import { z } from 'zod';
import { calendarDay } from '@shared/time/plausible';

/** What sits in or under a tank; the trade's own names for each kind. */
export const equipmentKinds = [
  'return-pump',
  'skimmer',
  'heater',
  'chiller',
  'lighting',
  'wavemaker',
  'dosing-pump',
  'reactor',
  'controller',
  'auto-top-off',
  'uv-steriliser',
  'filter',
  'probe',
  'power-board',
  'other',
] as const;
export const equipmentKind = z.enum(equipmentKinds);
export type EquipmentKind = z.infer<typeof equipmentKind>;

export const equipmentKindLabels: Readonly<Record<EquipmentKind, string>> = {
  'return-pump': 'Return pump',
  skimmer: 'Protein skimmer',
  heater: 'Heater',
  chiller: 'Chiller',
  lighting: 'Lighting',
  wavemaker: 'Wavemaker',
  'dosing-pump': 'Dosing pump',
  reactor: 'Reactor',
  controller: 'Controller',
  'auto-top-off': 'Auto top-off',
  'uv-steriliser': 'UV steriliser',
  filter: 'Filter',
  probe: 'Probe',
  'power-board': 'Power board',
  other: 'Other',
};

/** Kinds that draw mains power near water; the power-board map shows the electrical caution beside them. */
export const poweredKinds: readonly EquipmentKind[] = equipmentKinds.filter(
  (kind) => kind !== 'probe' && kind !== 'other' && kind !== 'filter',
);

export const equipmentIdParams = z.object({ tankId: z.uuid(), equipmentId: z.uuid() });

const isoDate = calendarDay;
/** Board and outlet as written on the labels under the cabinet: "B", "4", "Left strip". */
const label = z.string().trim().min(1).max(24);
const optional = <T extends z.ZodType>(schema: T) => schema.nullable().optional();

const equipmentFields = {
  kind: equipmentKind,
  description: z.string().trim().min(1, 'describe it, e.g. "Return pump in the sump"').max(200),
  installedOn: optional(isoDate),
  maintenanceIntervalDays: optional(z.int().min(1, 'at least 1 day').max(730, 'at most 730 days')),
  lastServicedOn: optional(isoDate),
  powerBoard: optional(label),
  outlet: optional(label),
  notes: optional(z.string().trim().max(2000)),
};

export interface EquipmentIssue {
  path: 'lastServicedOn' | 'powerBoard';
  message: string;
}

/** Rules across fields; the API checks them again on the merged row after a partial change. */
export function equipmentIssues(item: {
  installedOn?: string | null;
  lastServicedOn?: string | null;
  powerBoard?: string | null;
  outlet?: string | null;
}): EquipmentIssue[] {
  const issues: EquipmentIssue[] = [];
  if (item.installedOn && item.lastServicedOn && item.lastServicedOn < item.installedOn) {
    issues.push({ path: 'lastServicedOn', message: 'cannot be before it was installed' });
  }
  if (item.outlet && !item.powerBoard) {
    issues.push({ path: 'powerBoard', message: 'say which board the outlet is on' });
  }
  return issues;
}

export const equipmentInput = z.object(equipmentFields).superRefine((input, ctx) => {
  for (const issue of equipmentIssues(input)) {
    ctx.addIssue({ code: 'custom', path: [issue.path], message: issue.message });
  }
});
export type EquipmentInput = z.input<typeof equipmentInput>;

export const equipmentPatch = z.object(equipmentFields).partial();
export type EquipmentPatch = z.input<typeof equipmentPatch>;

export const equipmentItem = z.object({
  id: z.uuid(),
  tankId: z.uuid(),
  kind: equipmentKind,
  description: z.string(),
  installedOn: z.string().nullable(),
  maintenanceIntervalDays: z.int().nullable(),
  lastServicedOn: z.string().nullable(),
  /** Last serviced plus the interval; null when either is unknown. */
  maintenanceDueOn: z.string().nullable(),
  powerBoard: z.string().nullable(),
  outlet: z.string().nullable(),
  notes: z.string().nullable(),
});
export type EquipmentItem = z.infer<typeof equipmentItem>;

/** "2026-03-01" plus 30 days, in calendar days (no time zone can shift a date-only value). */
export function addDays(isoDay: string, days: number): string {
  const date = new Date(`${isoDay}T00:00:00Z`);
  date.setUTCDate(date.getUTCDate() + days);
  return date.toISOString().slice(0, 10);
}

export function maintenanceDueOn(item: {
  lastServicedOn: string | null;
  maintenanceIntervalDays: number | null;
}) {
  return item.lastServicedOn && item.maintenanceIntervalDays
    ? addDays(item.lastServicedOn, item.maintenanceIntervalDays)
    : null;
}

/** Outlets in the order they sit on the board: "2" before "10", letters after numbers. */
export function compareOutlets(a: string | null, b: string | null): number {
  return (a ?? '').localeCompare(b ?? '', 'en', { numeric: true, sensitivity: 'base' });
}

> _ABOUT THIS EXERCISE_
Each line holding "maintenanceIntervalDays" should be copied from the material above.

> _RESPONSE TO THE EXERCISE_
  maintenanceIntervalDays: optional(z.int().min(1, 'at least 1 day').max(730, 'at most 730 days')),
  maintenanceIntervalDays: z.int().nullable(),
  maintenanceIntervalDays: number | null;
  return item.lastServicedOn && item.maintenanceIntervalDays
    ? addDays(item.lastServicedOn, item.maintenanceIntervalDays)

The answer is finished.